Hablar no podía. ¿Llorar? Las lágrimas no salían, ¿y gritar,
acaso podría? No, su voz no prorrumpía. Sin embargo, su cara resplandecía eso
sí lo sabía. La bruja volaba, la bruja reía, la bruja hechizos lanzaba y su
gato, oh sí tenía un gato. Viejo negro y con cara de mala uva, su gato como
decía, maullaba malhumorado, el vuelo ni pizca de gracia le hacía.

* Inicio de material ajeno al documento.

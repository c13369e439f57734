import { RouterProvider } from 'react-router-dom';
import { Providers } from './providers';
import { createQueryClient } from './query-client';
import { createRouter } from './router';

const queryClient = createQueryClient();
const router = createRouter(queryClient);

export function App() {
  return (
    <Providers queryClient={queryClient}>
      <RouterProvider router={router} />
    </Providers>
  );
}
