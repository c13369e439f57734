/** The cards of the stand-in's page. Each behaves in one way that a real one may. */
export const testCards = [
  { id: 'works', label: 'A card that works' },
  { id: 'declined', label: 'A card that is declined' },
  { id: 'short', label: 'Too little money at first, then works' },
  { id: 'late', label: 'Works; word of it comes five seconds late' },
  { id: 'twice', label: 'Works; word of it comes twice' },
  { id: 'disorder', label: 'Declined, then works; words come in the wrong order' },
  { id: 'bank-later', label: 'A bank debit: the money comes five seconds later' },
  { id: 'bank-fails', label: 'A bank debit that fails five seconds later' },
] as const;

export type TestCard = (typeof testCards)[number]['id'];

export const testCardOf = (text: string): TestCard | null =>
  testCards.find(({ id }) => id === text)?.id ?? null;
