import { index, jsonb, pgTable, text, uuid } from 'drizzle-orm/pg-core';
import { at, createdAt, id, updatedAt } from './columns.js';
import { companies } from './people.js';

/** What the company installs. A plan keeps its own copy of each item it uses. */
export const catalogueItems = pgTable(
  'catalogue_items',
  {
    id: id(),
    companyId: uuid('company_id')
      .notNull()
      .references(() => companies.id, { onDelete: 'cascade' }),
    category: text('category').notNull(),
    name: text('name').notNull(),
    item: jsonb('item').notNull(),
    createdAt: createdAt(),
    updatedAt: updatedAt(),
    archivedAt: at('archived_at'),
  },
  (t) => [index('catalogue_items_company').on(t.companyId, t.category, t.name)],
);
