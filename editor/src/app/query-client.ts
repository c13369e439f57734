import { QueryClient } from '@tanstack/react-query';
import { ApiProblem, onSignedOut } from '../lib/api/client';
import { meKey } from '../lib/me';

const RETRIES = 2;

/** Tries again only where a second try can help: no answer, or a server that is not ready. */
function worthRetrying(failures: number, error: Error): boolean {
  if (failures >= RETRIES) return false;
  if (!(error instanceof ApiProblem)) return false;
  return error.status === 0 || error.status === 502 || error.status === 503 || error.status === 504;
}

export function createQueryClient(): QueryClient {
  const client = new QueryClient({
    defaultOptions: {
      queries: { staleTime: 15_000, retry: worthRetrying },
      mutations: { retry: false },
    },
  });
  // The pages behind the sign-in watch this and lead to it, keeping where the person was.
  onSignedOut(() => client.setQueryData(meKey, null));
  return client;
}
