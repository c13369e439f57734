import {
  type AnyPgColumn,
  bigint,
  doublePrecision,
  foreignKey,
  index,
  integer,
  jsonb,
  pgEnum,
  pgTable,
  text,
  unique,
  uuid,
} from 'drizzle-orm/pg-core';
import { at, createdAt, id, updatedAt } from './columns.js';
import { jobs } from './jobs.js';
import { companies } from './people.js';

const company = () =>
  uuid('company_id')
    .notNull()
    .references(() => companies.id, { onDelete: 'cascade' });

/** The company's words for proposals: scope, exclusions, warranty, terms and the like. */
export const proposalTexts = pgTable('proposal_texts', {
  companyId: uuid('company_id')
    .primaryKey()
    .references(() => companies.id, { onDelete: 'cascade' }),
  version: integer('version').notNull().default(1),
  texts: jsonb('texts').notNull(),
  updatedAt: updatedAt(),
});

/** The proposal of a job: a number for the homeowner, and revisions. */
export const proposals = pgTable(
  'proposals',
  {
    id: id(),
    companyId: company(),
    jobId: uuid('job_id').notNull(),
    number: integer('number').notNull(),
    /** What this job says in place of the company's words; its shape is parsed at the edge. */
    texts: jsonb('texts').notNull().default({}),
    createdBy: uuid('created_by'),
    createdAt: createdAt(),
  },
  (t) => [
    unique('proposals_company_id').on(t.companyId, t.id),
    unique('proposals_number').on(t.companyId, t.number),
    unique('proposals_job').on(t.companyId, t.jobId),
    foreignKey({
      name: 'proposals_of_job',
      columns: [t.companyId, t.jobId],
      foreignColumns: [jobs.companyId, jobs.id],
    }).onDelete('cascade'),
  ],
);

const ofProposal = (name: string, t: { companyId: AnyPgColumn; proposalId: AnyPgColumn }) =>
  foreignKey({
    name,
    columns: [t.companyId, t.proposalId],
    foreignColumns: [proposals.companyId, proposals.id],
  }).onDelete('cascade');

export const paperStatus = pgEnum('paper_status', ['preparing', 'ready', 'failed']);

/** Plan and price as they were at one moment. What the homeowner sees never changes after this. */
export const proposalRevisions = pgTable(
  'proposal_revisions',
  {
    id: id(),
    companyId: company(),
    proposalId: uuid('proposal_id').notNull(),
    /** 1, 2, 3 … within the proposal. */
    revision: integer('revision').notNull(),
    planVersion: integer('plan_version').notNull(),
    /** The revision document in canonical JSON (RFC 8785): these bytes are what the hash is of. */
    document: text('document').notNull(),
    /** SHA-256 of the document's UTF-8 bytes, in hex. */
    hash: text('hash').notNull(),
    /** The approved revision that this one changes; null for one that nothing was approved before. */
    changesRevisionId: uuid('changes_revision_id'),
    totalMinor: bigint('total_minor', { mode: 'number' }).notNull(),
    /** Cost of the offered combination, for the company's own numbers; never in the document. */
    costMinor: bigint('cost_minor', { mode: 'number' }),
    status: paperStatus('status').notNull().default('preparing'),
    /** 0 to 100 while it is prepared. */
    progress: integer('progress').notNull().default(0),
    failure: text('failure'),
    pdfKey: text('pdf_key'),
    pdfHash: text('pdf_hash'),
    /** Object keys of the sheets' pictures by sheet id, kept with the revision. */
    pictures: jsonb('pictures').notNull().default({}),
    validUntil: at('valid_until').notNull(),
    /** Sending waits for the PDF: to whom, once it is ready. */
    sendTo: jsonb('send_to'),
    sentAt: at('sent_at'),
    withdrawnAt: at('withdrawn_at'),
    /** The crew may work from it. */
    releasedAt: at('released_at'),
    releasedBy: uuid('released_by'),
    createdBy: uuid('created_by'),
    createdAt: createdAt(),
  },
  (t) => [
    unique('proposal_revisions_number').on(t.companyId, t.proposalId, t.revision),
    unique('proposal_revisions_company_id').on(t.companyId, t.id),
    ofProposal('proposal_revisions_of', t),
  ],
);

/** Ways in for homeowners. Of the token only the hash is kept. */
export const proposalLinks = pgTable(
  'proposal_links',
  {
    id: id(),
    companyId: company(),
    proposalId: uuid('proposal_id').notNull(),
    tokenHash: text('token_hash').notNull().unique(),
    /** For sending the same link again in reminders; encrypted with a key that the database does not hold. */
    sealedToken: text('sealed_token').notNull(),
    name: text('name').notNull().default(''),
    email: text('email').notNull(),
    createdBy: uuid('created_by'),
    createdAt: createdAt(),
    expiresAt: at('expires_at').notNull(),
    revokedAt: at('revoked_at'),
    /** First and last time that a person made a gesture on the page. */
    openedAt: at('opened_at'),
    lastSeenAt: at('last_seen_at'),
    remindersSent: integer('reminders_sent').notNull().default(0),
    lastMailAt: at('last_mail_at').notNull().defaultNow(),
  },
  (t) => [
    unique('proposal_links_company_id').on(t.companyId, t.id),
    ofProposal('proposal_links_of', t),
    index('proposal_links_proposal').on(t.companyId, t.proposalId),
  ],
);

/** A homeowner's question about a light, a point of the picture, or the whole. */
export const questions = pgTable(
  'questions',
  {
    id: id(),
    companyId: company(),
    proposalId: uuid('proposal_id').notNull(),
    revisionId: uuid('revision_id').notNull(),
    /** The light that it is pinned to. */
    recordId: text('record_id'),
    /** Or a point of a sheet, in its pixels. */
    sheetId: text('sheet_id'),
    x: doublePrecision('x'),
    y: doublePrecision('y'),
    createdAt: createdAt(),
    resolvedAt: at('resolved_at'),
  },
  (t) => [
    unique('questions_company_id').on(t.companyId, t.id),
    ofProposal('questions_of', t),
    index('questions_proposal').on(t.companyId, t.proposalId),
  ],
);

export const messageSide = pgEnum('message_side', ['homeowner', 'company']);

export const questionMessages = pgTable(
  'question_messages',
  {
    id: id(),
    companyId: company(),
    questionId: uuid('question_id').notNull(),
    side: messageSide('side').notNull(),
    /** The member who wrote it; null for the homeowner. */
    authorId: uuid('author_id'),
    authorName: text('author_name').notNull(),
    text: text('text').notNull(),
    createdAt: createdAt(),
  },
  (t) => [
    foreignKey({
      name: 'question_messages_of',
      columns: [t.companyId, t.questionId],
      foreignColumns: [questions.companyId, questions.id],
    }).onDelete('cascade'),
    index('question_messages_question').on(t.companyId, t.questionId, t.createdAt),
  ],
);

/** A yes, with its evidence. Never updated, but for the papers made of it. */
export const approvals = pgTable(
  'approvals',
  {
    id: id(),
    companyId: company(),
    proposalId: uuid('proposal_id').notNull(),
    revisionId: uuid('revision_id').notNull(),
    linkId: uuid('link_id').notNull(),
    /** Ids of the groups taken. */
    groups: jsonb('groups').notNull(),
    totalMinor: bigint('total_minor', { mode: 'number' }).notNull(),
    typedName: text('typed_name').notNull(),
    /** The sentences agreed to, word for word. */
    agreedTo: text('agreed_to').notNull(),
    consentedTo: text('consented_to').notNull(),
    address: text('address').notNull(),
    userAgent: text('user_agent').notNull(),
    revisionHash: text('revision_hash').notNull(),
    pdfHash: text('pdf_hash').notNull(),
    approvedAt: at('approved_at').notNull().defaultNow(),
    status: paperStatus('status').notNull().default('preparing'),
    signedPdfKey: text('signed_pdf_key'),
    signedPdfHash: text('signed_pdf_hash'),
  },
  (t) => [
    unique('approvals_revision').on(t.companyId, t.revisionId),
    unique('approvals_company_id').on(t.companyId, t.id),
    ofProposal('approvals_of', t),
  ],
);

export const declines = pgTable(
  'declines',
  {
    id: id(),
    companyId: company(),
    proposalId: uuid('proposal_id').notNull(),
    revisionId: uuid('revision_id').notNull(),
    linkId: uuid('link_id').notNull(),
    reason: text('reason').notNull(),
    createdAt: createdAt(),
  },
  (t) => [unique('declines_revision').on(t.companyId, t.revisionId), ofProposal('declines_of', t)],
);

¡¡¡De repente!!! La bruja se paró frente a ella. Doce años
tenía y lo que la bruja quería no sabía. Escoba frenó y en el aire se paró… la
miró… la observó y sin apenas notarlo, unos polvos le lanzó. Algo murmuró, algo
pronunció, ¿un hechizo tal vez? ¿Un conjuro quizás? Doce años tenía, doce….y no
sabía.
Cuando sus ojos abrió, la bruja desapareció, con su traje
lila, su puntiagudo gorro y sus feos zapatos, con su gato enfadado y su escoba
despeluchada y su risa enloquecida. Ya nada había, ya nada quedó, solo el saber
que una bruja en su ventana asomó.
Veinte años pasaron ya no más pensó en aquel encuentro
brujeril. Más una noche de blanca y brillante luna en su ventana apareció.
Septiembre el calendario
marcaba. ¿Te acuerdas de mí? Al mirarlo leyó.
“Algo traigo para ti guárdalo pues tuya es. Me sirvió con
valor y lealtad. Fue fiel. Inseparable amiga fue. La rectitud, la honradez, la
nobleza y la honestidad sus aliadas fueron, y jamás me abandonó. De una bruja a
otra debe pasar, tómala pues yo ya no la necesitaré. La bruja desapareció.
La escoba sola quedó.
Treinta y dos años cumplía y una escoba brujil tenía. Bruja
era pues, eso lo sabía. Bruja oficial pues escoba ahora tenía. Bruja. Que
satisfecha se sentía.
Por fin entendía, que aquella noche de blanca y brillante luna en que una bruja en
su ventana apareció, con lila traje, puntiagudo sombreo, feos zapatos y un gato
malhumorado, quería.
Brujillas que aquí presentes estáis, sabed que si una noche
de blanca y brillante luna una bruja os viene a visitar, es para haceros bruja
oficial. Pues es así como una bruja
nace. Hasta entonces no desesperéis pues, vuestro corazón de bruja ese
encuentro tendrá y una escoba…. heredará.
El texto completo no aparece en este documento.